Context-Aware Taxi Dispatching at City-Scale Using Deep Reinforcement Learning

Proactive taxi dispatching is of great importance to balance taxi demand-supply gaps among different locations in a city. Recent advances primarily rely on deep reinforcement learning (DRL) to directly learn the optimal dispatching policy. These works, however, are still not sufficiently efficient because they overlook several pieces of valuable context information. As a result, they may generate quite a few improper actions and introduce unnecessary coordination costs. To improve existing works, we present COX - a context-aware taxi dispatching approach that incorporates rich contexts into DRL modeling for more efficient taxi reallocations.
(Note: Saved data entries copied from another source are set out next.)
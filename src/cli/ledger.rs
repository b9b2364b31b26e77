//! `photoledger ledger FILE [--from SPECIES] [--json] [--out DIR]`: follow one molecule through
//! the network as an absorbing Markov chain.

use super::output::{noteln, out, outln};
use super::{NetworkArgs, load, print_warnings};
use photoledger::Error;
use photoledger::chain::build::{Light, Settings};
use photoledger::chain::routes::RouteOptions;
use photoledger::chain::{self, ChainOptions, ChainRun, ClosedRun, Followed, Options};
use photoledger::file::folder::Folder;
use photoledger::model::Model;
use photoledger::network::Network;
use photoledger::report::chain_paths::{self as paths, Paths};
use photoledger::report::{chain as report, write_atomic};
use std::path::PathBuf;

/// Options of `ledger`.
#[derive(clap::Args, Debug)]
pub struct LedgerArgs {
    #[command(flatten)]
    pub net: NetworkArgs,
    /// Follow one molecule of this species (default: the initial mixture).
    #[arg(long, value_name = "SPECIES")]
    pub from: Option<String>,
    #[command(flatten)]
    pub output: super::Outputs,
    /// Photon absorption per molecule: "stirred" (its share of the light in the well-stirred
    /// cell at the initial concentrations, or for a network where no molecule ends at the mixture
    /// the kinetics settle to) or "thin" (optically thin, needs irradiated_area).
    #[arg(long, default_value = "stirred")]
    pub light: String,
    /// Take the concentrations (for light sharing, linearised bimolecular steps and quenching)
    /// from a kinetics run of this length instead of the initial ones, e.g. "2 h". A network
    /// where no molecule ends (a photoswitch) takes them where the kinetics settle unless this
    /// is given; "0 s" keeps the starting mixture.
    #[arg(long, value_name = "DURATION", allow_hyphen_values = true)]
    pub at: Option<String>,
    /// Stop the photon-count distribution (and the count of switching cycles) at this many.
    #[arg(long, default_value_t = 200_000, allow_negative_numbers = true)]
    pub max_photons: usize,
    /// Judge the thermal steps of each route for a 50 % chance of crossing within this window,
    /// e.g. "1 h" (as `barrier` does).
    #[arg(long, value_name = "DURATION")]
    pub window: Option<String>,
}

/// Run `ledger`.
pub fn run(a: &LedgerArgs) -> photoledger::Result<()> {
    let net = load(&a.net)?;
    print_warnings(&net);
    let model = Model::compile(&net);
    let light = match a.light.as_str() {
        "stirred" => Light::Stirred,
        "thin" => Light::Thin,
        other => {
            return Err(Error::Usage(format!(
                "--light \"{other}\": write \"stirred\" or \"thin\""
            )));
        }
    };
    // --at "0 s" is the starting mixture (the default of a chain that ends)
    let at = match a.at.as_deref() {
        Some(t) if photoledger::units::parse(t, photoledger::units::Quantity::Time) == Ok(0.0) => Some(0.0),
        other => duration("--at", other)?,
    };
    let window = duration("--window", a.window.as_deref())?;
    let mut opts = ChainOptions {
        settings: Settings {
            light,
            concentrations: None,
        },
        at,
        from: a.from.clone(),
        analysis: Options {
            max_photons: a.max_photons,
            ..Options::default()
        },
        sensitivities: true,
    };
    let mut followed = chain::follow(&model, &net, &opts)?;
    if let (Followed::Closed(_), None, Light::Stirred) = (&followed, at, light) {
        // A molecule that never ends settles as the light lets it; the light is shared by the
        // mixture, which moves while irradiated. Share it at the mixture the kinetics settle
        // to, so the composition is this sample's photostationary state.
        let when = settled(&model)?;
        if when.is_none() {
            noteln!(
                "note: the kinetics do not settle within the automatic horizon, so the light is shared as in the \
                 starting mixture; --at DURATION shares it where the kinetics are by then"
            );
        }
        if let Some(t) = when {
            opts.at = Some(t);
            followed = chain::follow(&model, &net, &opts)?;
            if let Followed::Closed(c) = &mut followed {
                c.light = chain::settled_light_words(t);
            }
        }
    }
    if let Some(t) = at.filter(|&t| t > 0.0) {
        noteln!(
            "note: concentrations taken from the kinetics at {}",
            photoledger::units::format_time(t)
        );
    }
    let run = match followed {
        Followed::Ends(r) => *r,
        Followed::Closed(c) => return closed(a, &net, &c),
    };
    let (ch, an) = (&run.chain, &run.analysis);
    let summary = report::summary(
        &net.about.name,
        ch,
        an,
        &run.start_note,
        &run.light,
        &model.products,
        run.sensitivities.clone(),
    )
    .in_energy_unit(net.energy_unit)
    .with_check(chain::agreement::check(&model, &net, &run, a.from.as_deref())?);
    let mut summary = summary;
    summary.count_intervals = photoledger::uncertainty::counts::intervals(&net, &opts)?;
    let from = a.from.as_deref().and_then(|f| model.species_index(f));
    let (paths, cycles) = ends_paths(&net, &run, from, window, a.max_photons)?;
    summary.paths = Some(paths);
    let json = serde_json::to_string_pretty(&summary).map_err(|e| Error::Numerical(e.to_string()))?;
    let dir = out_dir(a);
    let folder = Folder::begin(&dir)?;
    write_atomic(&folder.join("summary.json"), json.as_bytes())?;
    write_atomic(
        &folder.join("photon_counts.csv"),
        report::distribution_csv(ch, an).as_bytes(),
    )?;
    write_atomic(
        &folder.join("photon_counts.svg"),
        report::histogram_svg(&format!("{}: photons per molecule", net.about.name), an).as_bytes(),
    )?;
    if let Some(c) = &cycles {
        write_atomic(&folder.join("cycle_counts.csv"), paths::cycles_csv(c).as_bytes())?;
    }
    folder.commit()?;
    if a.output.json {
        outln!("{json}")?;
    } else {
        out!("{}", report::text(&summary))?;
        if let Some(c) = &summary.count_intervals {
            out!("{}", photoledger::report::evidence::count_intervals(c))?;
        }
        if let Some(p) = &summary.paths {
            out!("{}", paths::paths_text(p))?;
        }
        outln!(
            "wrote {}/ (summary.json, photon_counts.csv, photon_counts.svg{})",
            dir.display(),
            if cycles.is_some() { ", cycle_counts.csv" } else { "" }
        )?;
    }
    Ok(())
}

/// When the kinetics of `model` settle (every concentration within 1 % of where it ends:
/// `plan::horizon`), None when nothing is consumed or they are still changing at the cap.
fn settled(model: &Model) -> photoledger::Result<Option<f64>> {
    use photoledger::plan::horizon::{Ended, automatic};
    let h = automatic(model, None)?;
    Ok(match h.ended {
        Ended::Steady(_, t) if t > 0.0 => Some(t),
        // The default target (99 % of the limiting reagent) was met before the mixture settled
        // (a switch whose photostationary state lies above 99 %): run on and date the settling.
        Ended::Reached(t) if t > 0.0 => {
            let mut o = photoledger::kinetics::Options::until(20.0 * t);
            o.log_time = true;
            o.outputs = 400;
            let tr = photoledger::kinetics::simulate(model, &o, &mut |_| {})?;
            let s = photoledger::plan::horizon::settled_time(&tr, model.n_species());
            (s > 0.0 && s < 10.0 * t).then_some(s)
        }
        _ => None,
    })
}

/// A duration option, parsed.
fn duration(flag: &str, text: Option<&str>) -> photoledger::Result<Option<f64>> {
    text.map(|d| super::values::duration(flag.trim_start_matches('-'), d))
        .transpose()
}

/// The output folder: `--out`, or the network file's name followed by "-ledger".
fn out_dir(a: &LedgerArgs) -> PathBuf {
    a.output.dir(&a.net.file, "ledger")
}

/// Cycles before the molecule ends, lifetimes and routes of a chain that ends (routes judged
/// against `window` when given); the cycles themselves for their CSV.
fn ends_paths(
    net: &Network,
    run: &ChainRun,
    from: Option<usize>,
    window: Option<f64>,
    max_count: usize,
) -> photoledger::Result<(Paths, Option<chain::cycles::Cycles>)> {
    let (ch, an) = (&run.chain, &run.analysis);
    let lifetimes = chain::lifetimes::lifetimes(ch, net, &an.visits);
    let cycles = match chain::cycles::form(ch, &an.visits, from) {
        Some((f, partners)) => Some(chain::cycles::cycles(
            ch,
            f,
            partners,
            &Options {
                max_photons: max_count,
                ..Options::default()
            },
        )?),
        None => None,
    };
    let ends = chain::routes::routes(ch, &run.start, &an.absorbing, &an.yields, &RouteOptions::default())?;
    let verdicts = match window {
        Some(w) => Some(photoledger::barrier::network_verdicts(
            net,
            w,
            photoledger::study::BARRIER_PROBABILITY,
            None,
        )?),
        None => None,
    };
    let paths = Paths {
        lifetimes: paths::LifetimeView::of(&lifetimes),
        cycles: cycles.as_ref().map(|c| paths::CycleView::of(ch, c)),
        routes: paths::route_views(ch, net, &ends, verdicts.as_deref()),
        window_s: window,
    };
    Ok((paths, cycles))
}

/// `ledger` on a network where no molecule ends: the photostationary state.
fn closed(a: &LedgerArgs, net: &Network, c: &ClosedRun) -> photoledger::Result<()> {
    let summary = paths::closed_run_summary(net, c);
    let json = serde_json::to_string_pretty(&summary).map_err(|e| Error::Numerical(e.to_string()))?;
    let dir = out_dir(a);
    let folder = Folder::begin(&dir)?;
    write_atomic(&folder.join("summary.json"), json.as_bytes())?;
    folder.commit()?;
    if a.output.json {
        outln!("{json}")?;
    } else {
        out!("{}", paths::closed_text(&summary))?;
        outln!("wrote {}/ (summary.json)", dir.display())?;
    }
    Ok(())
}
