//! `photoledger bench [FILE...]`: time the kinetics on networks and on a generated large one.

use super::load;
use super::output::outln;
use photoledger::bench::{Size, large_network};
use photoledger::kinetics::{self, Method, Options};
use photoledger::model::Model;
use std::path::PathBuf;
use std::time::Instant;

/// Options of `bench`.
#[derive(clap::Args, Debug)]
pub struct BenchArgs {
    /// Network files to time (each for --until); the generated network is always added.
    pub files: Vec<PathBuf>,
    /// Overrides applied to every network file timed (not to the generated network).
    #[command(flatten)]
    pub set: super::SetArgs,
    /// Print the timings as JSON (wall times in seconds, counts as numbers) instead of the table.
    #[arg(long)]
    pub json: bool,
    /// Simulated time for each run.
    #[arg(long, allow_hyphen_values = true, default_value = "1 h")]
    pub until: String,
    /// Species of the generated network.
    #[arg(long, default_value_t = 1000)]
    pub species: usize,
    /// Thermal steps of the generated network.
    #[arg(long, default_value_t = 5000)]
    pub steps: usize,
    /// Absorbing species of the generated network.
    #[arg(long, default_value_t = 50)]
    pub absorbers: usize,
    /// Also time the generated network with dense linear algebra.
    #[arg(long)]
    pub dense_too: bool,
    /// Instead, time the absorbing-chain analysis of a generated sparse chain of this many states.
    #[arg(long, value_name = "STATES")]
    pub chain_states: Option<usize>,
    /// Instead, write the generated network (with --species, --steps, --absorbers) to this
    /// network file, to run other commands on it (e.g. `ledger`).
    #[arg(long, value_name = "FILE")]
    pub write: Option<PathBuf>,
}

/// Time `ledger`'s analysis on a generated chain: without, then with, the photon-count distribution.
fn chain_bench(states: usize, json: bool) -> photoledger::Result<()> {
    use photoledger::chain::{Options, analyse, generated};
    let start = Instant::now();
    let c = generated(states);
    let built = start.elapsed().as_secs_f64();
    let mut pi = vec![0.0; c.states.len()];
    pi[0] = 1.0;
    let t0 = Instant::now();
    let a = analyse(
        &c,
        &pi,
        &Options {
            distribution: false,
            ..Options::default()
        },
    )?;
    let moments = t0.elapsed().as_secs_f64();
    let t1 = Instant::now();
    let d = analyse(&c, &pi, &Options::default())?;
    let full = t1.elapsed().as_secs_f64();
    let n = d.distribution.as_ref().map_or(0, |x| x.p.len());
    if json {
        return super::print_json(&serde_json::json!({
            "generated_chain": {"states": c.states.len(), "moves": c.moves.len()},
            "build_s": built,
            "moments_s": moments,
            "with_distribution_s": full,
            "distribution_points": n,
            "mean_photons": a.photons_total,
            "yields": a.yields,
        }));
    }
    outln!(
        "generated chain: {} states, {} moves (built in {built:.3} s)",
        c.states.len(),
        c.moves.len()
    )?;
    outln!("  yields, visits, photon mean and variance, mean time (one LU, four solves): {moments:.3} s")?;
    outln!(
        "  the same plus P(N = n) for n = 0..{} (second LU, one solve per n): {full:.3} s",
        n.saturating_sub(1)
    )?;
    outln!("  mean photons {:.4}, yields {:?}", a.photons_total, a.yields)?;
    Ok(())
}

struct Row {
    name: String,
    species: usize,
    reactions: usize,
    bins: usize,
    method: String,
    steps: usize,
    rhs: usize,
    jv: usize,
    setups: usize,
    kept: usize,
    jacobians: usize,
    newton: usize,
    newton_failures: usize,
    seconds: f64,
}

impl Row {
    /// The row as JSON: counts as numbers, the wall time in seconds.
    fn json(&self) -> serde_json::Value {
        serde_json::json!({
            "network": self.name,
            "species": self.species,
            "reactions": self.reactions,
            "wavelength_bins": self.bins,
            "method": self.method,
            "steps": self.steps,
            "rhs_evaluations": self.rhs,
            "jacobian_vector_products": self.jv,
            "jacobian_evaluations": self.jacobians,
            "lu_factorisations": self.setups,
            "lu_kept": self.kept,
            "newton_iterations": self.newton,
            "newton_failures": self.newton_failures,
            "wall_s": self.seconds,
        })
    }
}

fn time(name: &str, model: &Model, until: f64, sparse: Option<bool>) -> photoledger::Result<Row> {
    let mut opts = Options::until(until);
    opts.method = Method::Bdf;
    opts.sparse = sparse;
    let start = Instant::now();
    let tr = kinetics::simulate(model, &opts, &mut |_| {})?;
    let seconds = start.elapsed().as_secs_f64();
    Ok(Row {
        name: name.to_string(),
        species: model.n_species(),
        reactions: model.reactions.len(),
        bins: model.bins.len(),
        method: format!("BDF {}", if tr.sparse { "sparse" } else { "dense" }),
        steps: tr.counts.steps,
        rhs: tr.counts.rhs,
        jv: tr.counts.jacobian_products,
        setups: tr.counts.jacobian_setups,
        kept: tr.counts.lu_kept,
        jacobians: tr.counts.jacobians,
        newton: tr.counts.newton_iterations,
        newton_failures: tr.counts.newton_failures,
        seconds,
    })
}

pub fn run(a: &BenchArgs) -> photoledger::Result<()> {
    if let Some(n) = a.chain_states {
        return chain_bench(n, a.json);
    }
    let size = Size {
        species: a.species.max(2),
        steps: a.steps,
        absorbers: a.absorbers.min(a.species),
    };
    let text = large_network(size, 2026);
    if let Some(path) = &a.write {
        std::fs::write(path, &text).map_err(|source| photoledger::Error::Io {
            path: path.clone(),
            source,
        })?;
        if a.json {
            return super::print_json(&serde_json::json!({
                "file": path.display().to_string(),
                "species": size.species,
                "thermal_steps": size.steps,
                "absorbers": size.absorbers,
            }));
        }
        return outln!(
            "wrote the generated network ({} species, {} thermal steps, {} absorbers) to {}",
            size.species,
            size.steps,
            size.absorbers,
            path.display()
        );
    }
    let until = super::values::duration("until", &a.until)?;
    let mut rows = Vec::new();
    for f in &a.files {
        let net = load(&super::NetworkArgs::of(f, &a.set))?;
        let model = Model::compile(&net);
        rows.push(time(&f.display().to_string(), &model, until, None)?);
    }
    let loaded = photoledger::file::parse_text(std::path::Path::new("generated.toml"), text)?;
    let net = photoledger::network::build(&loaded, &photoledger::Overrides::none())?;
    let model = Model::compile(&net);
    let name = format!("generated {}×{}", size.species, size.steps);
    rows.push(time(&name, &model, until, Some(true))?);
    if a.dense_too {
        rows.push(time(&name, &model, until, Some(false))?);
    }
    if a.json {
        let runs: Vec<serde_json::Value> = rows.iter().map(Row::json).collect();
        return super::print_json(&serde_json::json!({ "until_s": until, "runs": runs }));
    }
    outln!(
        "{:<36} {:>8} {:>9} {:>6} {:<11} {:>7} {:>8} {:>8} {:>7} {:>7} {:>6} {:>8} {:>7} {:>10}",
        "network",
        "species",
        "reactions",
        "bins",
        "method",
        "steps",
        "RHS",
        "J·v",
        "J",
        "LU",
        "kept",
        "Newton",
        "failed",
        "wall (s)"
    )?;
    for r in rows {
        outln!(
            "{:<36} {:>8} {:>9} {:>6} {:<11} {:>7} {:>8} {:>8} {:>7} {:>7} {:>6} {:>8} {:>7} {:>10.3}",
            r.name,
            r.species,
            r.reactions,
            r.bins,
            r.method,
            r.steps,
            r.rhs,
            r.jv,
            r.jacobians,
            r.setups,
            r.kept,
            r.newton,
            r.newton_failures,
            r.seconds
        )?;
    }
    Ok(())
}
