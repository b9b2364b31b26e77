//! Fewer points for a plotted curve: at most four per pixel column.
//!
//! A run with a million output times would put a million vertices into every curve of its SVG.
//! A curve drawn `columns` px wide shows at most one vertical stroke per pixel column, so per
//! column the first, last, lowest and highest points (in the order they came) draw the same
//! picture: a one-sample spike survives, the point count stays within `4 × columns` (plus the
//! points off the axis that are dropped). `common practice` for plotting long time series
//! (min–max decimation per pixel).

/// Streaming decimation of one curve: push points in order of increasing x, take the kept
/// points with [`Decimator::finish`]. Memory stays bounded by the column count, not the input.
#[derive(Debug, Clone)]
pub struct Decimator {
    /// Where the axis starts and ends, in the drawn coordinate (log10 of x on a log axis).
    lo: f64,
    hi: f64,
    log: bool,
    columns: usize,
    kept: Vec<(f64, f64)>,
    /// The current column and its first, lowest, highest and last points.
    column: Option<(usize, [(f64, f64); 4])>,
}

impl Decimator {
    /// A decimator for an x axis over `x0..x1` drawn `columns` px wide, logarithmic when `log`
    /// (points with x ≤ 0 are then dropped; they have no place on the axis).
    pub fn new(x0: f64, x1: f64, columns: usize, log: bool) -> Decimator {
        let (lo, hi) = if log {
            (x0.max(f64::MIN_POSITIVE).log10(), x1.max(f64::MIN_POSITIVE).log10())
        } else {
            (x0, x1)
        };
        Decimator {
            lo,
            hi,
            log,
            columns: columns.max(1),
            kept: Vec::new(),
            column: None,
        }
    }

    fn column_of(&self, x: f64) -> Option<usize> {
        let u = if self.log {
            if x <= 0.0 {
                return None;
            }
            x.log10()
        } else {
            x
        };
        if !u.is_finite() {
            return None;
        }
        let span = self.hi - self.lo;
        let f = if span > 0.0 { (u - self.lo) / span } else { 0.0 };
        Some((f * self.columns as f64).floor().clamp(0.0, (self.columns - 1) as f64) as usize)
    }

    /// Add the next point (x not below the one before).
    pub fn push(&mut self, x: f64, y: f64) {
        let Some(c) = self.column_of(x) else {
            return;
        };
        if !y.is_finite() {
            return;
        }
        let p = (x, y);
        match &mut self.column {
            Some((cur, pts)) if *cur == c => {
                if y < pts[1].1 {
                    pts[1] = p;
                }
                if y > pts[2].1 {
                    pts[2] = p;
                }
                pts[3] = p;
            }
            _ => {
                self.flush();
                self.column = Some((c, [p; 4]));
            }
        }
    }

    /// Move the finished column's points into `kept`, in x order, without repeats.
    fn flush(&mut self) {
        if let Some((_, pts)) = self.column.take() {
            let (first, low, high, last) = (pts[0], pts[1], pts[2], pts[3]);
            let (a, b) = if low.0 <= high.0 { (low, high) } else { (high, low) };
            for q in [first, a, b, last] {
                if self.kept.last() != Some(&q) {
                    self.kept.push(q);
                }
            }
        }
    }

    /// The kept points, in x order.
    pub fn finish(mut self) -> Vec<(f64, f64)> {
        self.flush();
        self.kept
    }
}

/// The points of `xs`, `ys` kept for an axis over `x0..x1` drawn `columns` px wide.
pub fn decimate(xs: &[f64], ys: &[f64], x0: f64, x1: f64, columns: usize, log: bool) -> Vec<(f64, f64)> {
    let mut d = Decimator::new(x0, x1, columns, log);
    for (x, y) in xs.iter().zip(ys) {
        d.push(*x, *y);
    }
    d.finish()
}

#[cfg(test)]
mod tests {
    use super::*;

    #[test]
    fn a_million_points_become_at_most_four_per_column_and_a_spike_survives() {
        let n = 1_000_000;
        let xs: Vec<f64> = (0..n).map(|i| i as f64).collect();
        let mut ys: Vec<f64> = xs.iter().map(|x| (x / 1e5).sin()).collect();
        ys[777_777] = 50.0; // one sample high
        ys[123_457] = -50.0; // one sample low
        let kept = decimate(&xs, &ys, 0.0, (n - 1) as f64, 700, false);
        assert!(kept.len() <= 4 * 700, "{} points kept", kept.len());
        assert!(kept.contains(&(777_777.0, 50.0)));
        assert!(kept.contains(&(123_457.0, -50.0)));
        assert_eq!(kept.first(), Some(&(0.0, 0.0)));
        assert_eq!(kept.last().map(|p| p.0), Some((n - 1) as f64));
        assert!(kept.windows(2).all(|w| w[0].0 <= w[1].0), "x order kept");
    }

    #[test]
    fn few_points_pass_unchanged_and_a_log_axis_drops_t_zero() {
        let xs = [0.0, 1.0, 10.0, 100.0];
        let ys = [5.0, 4.0, 3.0, 2.0];
        assert_eq!(decimate(&xs, &ys, 0.0, 100.0, 700, false).len(), 4);
        let log = decimate(&xs, &ys, 1.0, 100.0, 700, true);
        assert_eq!(log, vec![(1.0, 4.0), (10.0, 3.0), (100.0, 2.0)]);
    }
}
Specifically, rather than simply dividing the service area into grids, COX proposes a road connectivity aware clustering algorithm to divide the road network graph into zones for practical taxi dispatching. In addition, COX comprehensively analyzes zone-level taxi demands and supplies through accurate taxi demand prediction and timely updates of taxi statuses. COX improves the DRL modeling by integrating these derived contexts, e.g., state representation with complete demand/supply data and sequential action generation with full coordination among idle taxis. In particular, we implement an environment simulator to train and evaluate COX using a large real-world taxi dataset. Extensive experiments show that COX outperforms state-of-the-art approaches on various performance metrics, e.g., on average improving the total order values by 6.74%, while reducing the number of unserved taxi orders and passengers' waiting time by 4.92% and 44.84%, respectively.